Trojans or Trojan horses

 

What does a Trojan infect?

Although Trojans are similar to computer viruses, they cannot be considered as viruses. Trojans try to pass themselves off as harmless programs and get into computers through any of the usual means of propagation. The user, believing this is a useful application or an interesting file will be tempted to run it or open it. If this happens, the Trojan will install a damaging program on the system.

 

How does a worm infect and propagate?

Trojans ‘drop’ or include programs in infected computers through any of the usual means of propagation. These programs carry out a series of actions aimed at obstructing the user’s work, causing damage to the system and stealing information.

 

How does a Trojan work?

A Trojan may have entered a computer although it has not yet carried out any actions.
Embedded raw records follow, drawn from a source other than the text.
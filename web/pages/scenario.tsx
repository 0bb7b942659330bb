import { useRef, useState } from 'react';
import { useQueryClient, useSuspenseQuery } from '@tanstack/react-query';
import { Pencil, Play, RefreshCw, Save, Undo2 } from 'lucide-react';
import { Link, useParams, useSearchParams, type LoaderFunctionArgs } from 'react-router-dom';
import { conditionedLabel } from '#contract/observed-vortices.ts';
import { TRACK_WRITERS, UNDERWRITERS } from '#contract/roles.ts';
import type { ScenarioVersion } from '#contract/scenarios.ts';
import { derivationWords } from '#contract/variant-words.ts';
import { ApiError } from '../api/api-error.ts';
import { newIdempotencyKey } from '../api/idempotency-key.ts';
import { LeaveGuard } from '../features/scenarios/components/leave-guard.tsx';
import { SaveProblem } from '../features/scenarios/components/save-problem.tsx';
import { TrackEditor } from '../features/scenarios/components/track-editor.tsx';
import { VariantsTab } from '../features/scenarios/components/variants-tab.tsx';
import { scenarioQuery, useSaveVersion } from '../features/scenarios/scenario-queries.ts';
import { draftOf, missingFrom, trackOf } from '../features/scenarios/track-draft.ts';
import { useDraft } from '../features/scenarios/use-draft.ts';
import { SPREAD_NOTE } from '../features/studies/spread-file.ts';
import { holdsOneOf, useSession } from '../features/session/session-queries.ts';
import { utc } from '../lib/dates.ts';
import { counted } from '../lib/numbers.ts';
import { paths, type ScenarioTab } from '../paths.ts';
import { queryClient } from '../query-client.ts';
import { Button, ButtonLink } from '../ui/button.tsx';
import { Chip } from '../ui/chip.tsx';
import { Message } from '../ui/message.tsx';
import { Page } from '../ui/page.tsx';
import { StaleChip } from '../ui/stale-chip.tsx';
import { Tabs } from '../ui/tabs.tsx';

import { SettingsView, WindFieldView } from './scenario-studies.tsx';

export { RouteError as ErrorBoundary } from './route-error.tsx';

export const loader = async ({ params }: LoaderFunctionArgs) => {
  // Always what the service holds now: an edit based on an old version couldn't be saved.
  await queryClient.fetchQuery({ ...scenarioQuery(params.scenarioId!), staleTime: 0 });
  return null;
};

const TABS: readonly { tab: ScenarioTab; label: string }[] = [
  { tab: 'track', label: 'Track' },
  { tab: 'variants', label: 'Variants' },
  { tab: 'settings', label: 'Settings, one at a time' },
  { tab: 'wind-field', label: 'Wind field' },
];

export function Component() {
  const { scenarioId } = useParams();
  const { data: version } = useSuspenseQuery(scenarioQuery(scenarioId!));
  return <Editor key={version.scenarioId} version={version} />;
}

/** Fetched versions never change the draft below the person; saving or loading the newest one does. */
function Editor({ version: fetched }: { version: ScenarioVersion }) {
  const [base, setBase] = useState(fetched);
  const { draft, change, undo, reset, canUndo, isDirty } = useDraft(draftOf(base.track));
  const [sortByTime, setSortByTime] = useState(false);
  const [search] = useSearchParams();
  const session = useSession();
  const canStudy = holdsOneOf(session, UNDERWRITERS);
  const wished = TABS.find((one) => one.tab === search.get('tab'))?.tab;
  const tab = canStudy && wished ? wished : 'track';
  const client = useQueryClient();
  const canWrite = holdsOneOf(session, TRACK_WRITERS);
  const save = useSaveVersion(base.scenarioId);
  const key = useRef(newIdempotencyKey());
  const missing = missingFrom(draft);
  const next = base.number + 1;
  const isConflict = save.error instanceof ApiError && save.error.code === 'conflict';

  const startFrom = (version: ScenarioVersion) => {
    setBase(version);
    reset(draftOf(version.track));
    setSortByTime(false);
    save.reset();
    key.current = newIdempotencyKey();
  };
  const submit = () => {
    const track = trackOf(draft);
    if (!track) return;
    save.mutate(
      { body: { track, basedOn: base.number, sortByTime }, key: key.current },
      { onSuccess: startFrom, onError: () => (key.current = newIdempotencyKey()) },
    );
  };
  const loadNewest = async () => {
    startFrom(await client.fetchQuery({ ...scenarioQuery(base.scenarioId), staleTime: 0 }));
  };

  return (
    <Page
      title={base.name}
      note={tab === 'settings' || tab === 'variants' ? SPREAD_NOTE : undefined}
      crumbs={[{ label: 'Scenarios', to: paths.scenarios() }, { label: base.name }]}
      sub={
        <>
          {isDirty ? (
            <Chip tone="idle" icon={Pencil}>
              Draft of version {next}
            </Chip>
          ) : (
            <Chip tone="done">Version {base.number}, saved</Chip>
          )}
          <span>
            saved by <b>{base.createdBy}</b>, {utc(base.createdAt)}
          </span>
          <span>
            {counted(draft.fixes.length, 'fix', 'fixes')}, {base.resolution.hemisphere}ern hemisphere
          </span>
          {conditionedLabel(draft.vortices) && <span>{conditionedLabel(draft.vortices)}</span>}
          {base.stale && <StaleChip stale={base.stale} what="Stale track" />}
          {base.derivation && (
            <span>
              {derivationWords(base.derivation, base.number)}{' '}
              <Link to={paths.scenario(base.derivation.scenarioId)}>See {base.derivation.name}</Link>
            </span>
          )}
        </>
      }
      actions={
        <>
          {canUndo && (
            <Button variant="quiet" icon={Undo2} onClick={undo}>
              Undo
            </Button>
          )}
          {holdsOneOf(session, UNDERWRITERS) && !isDirty && (
            <ButtonLink icon={Play} to={paths.newRun({ scenario: base.id })} variant={canWrite ? 'outlined' : 'filled'}>
              Use in a run
            </ButtonLink>
          )}
          {canWrite && (tab === 'track' || isDirty) && (
            <Button
              variant="filled"
              icon={Save}
              pending={save.isPending}
              disabledReason={!isDirty ? 'nothing changed yet' : (missing ?? undefined)}
              onClick={submit}
            >
              Save version {next}
            </Button>
          )}
        </>
      }
    >
      <LeaveGuard when={isDirty} what={`${base.name}, version ${next}`} />
      {save.isError && (
        <div className="mb-3.5">
          <SaveProblem
            error={save.error}
            action={
              isConflict && (
                <Button size="small" icon={RefreshCw} onClick={() => void loadNewest()}>
                  Drop my changes, show the newest version
                </Button>
              )
            }
          />
        </div>
      )}
      {canStudy && (
        <Tabs
          label="Views of this scenario"
          tabs={TABS.map((one) => ({
            to: paths.scenario(base.scenarioId, {
              tab: one.tab === 'track' ? undefined : one.tab,
              set: search.getAll('set'),
              edition: search.get('edition') ?? undefined,
              time: search.get('time') ?? undefined,
            }),
            label: one.label,
            current: one.tab === tab,
          }))}
        />
      )}
      {tab !== 'track' && isDirty && (
        <Message tone="caution" className="mb-3.5">
          Your changes to the track aren’t saved yet. What stands here is that of version {base.number}.
        </Message>
      )}
      {tab === 'variants' && <VariantsTab scenario={base} canSave={canWrite} />}
      {tab === 'settings' && <SettingsView version={base} />}
      {tab === 'wind-field' && <WindFieldView version={base} />}
      {tab === 'track' && (
        <TrackEditor
          draft={draft}
          change={change}
          sortByTime={sortByTime}
          onSortByTime={setSortByTime}
          readOnly={!canWrite}
          fileName={`${base.name}-v${base.number}`}
        />
      )}
    </Page>
  );
}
Trojans wait for a certain condition to be met - the trigger condition - to start acting. When the trigger condition is met, the Trojan deletes files, eliminates hard disk information and opens security holes (backdoors), which make the system vulnerable to attack from malicious users.

 

The main objective of Trojans is to access certain communication ports (access points in a computer or means through which information is transferred –inbound/outbound – from the computer to the outside and vice-versa) in order to leave them open and accessible from the outside (their name, Trojans, comes from the Trojan Horse in Greek mythology). As a result, an attacker could access all the information stored in the system infected with a Trojan through a connection established from another computer in a local network or connected to the Internet and carry out a number of actions on it.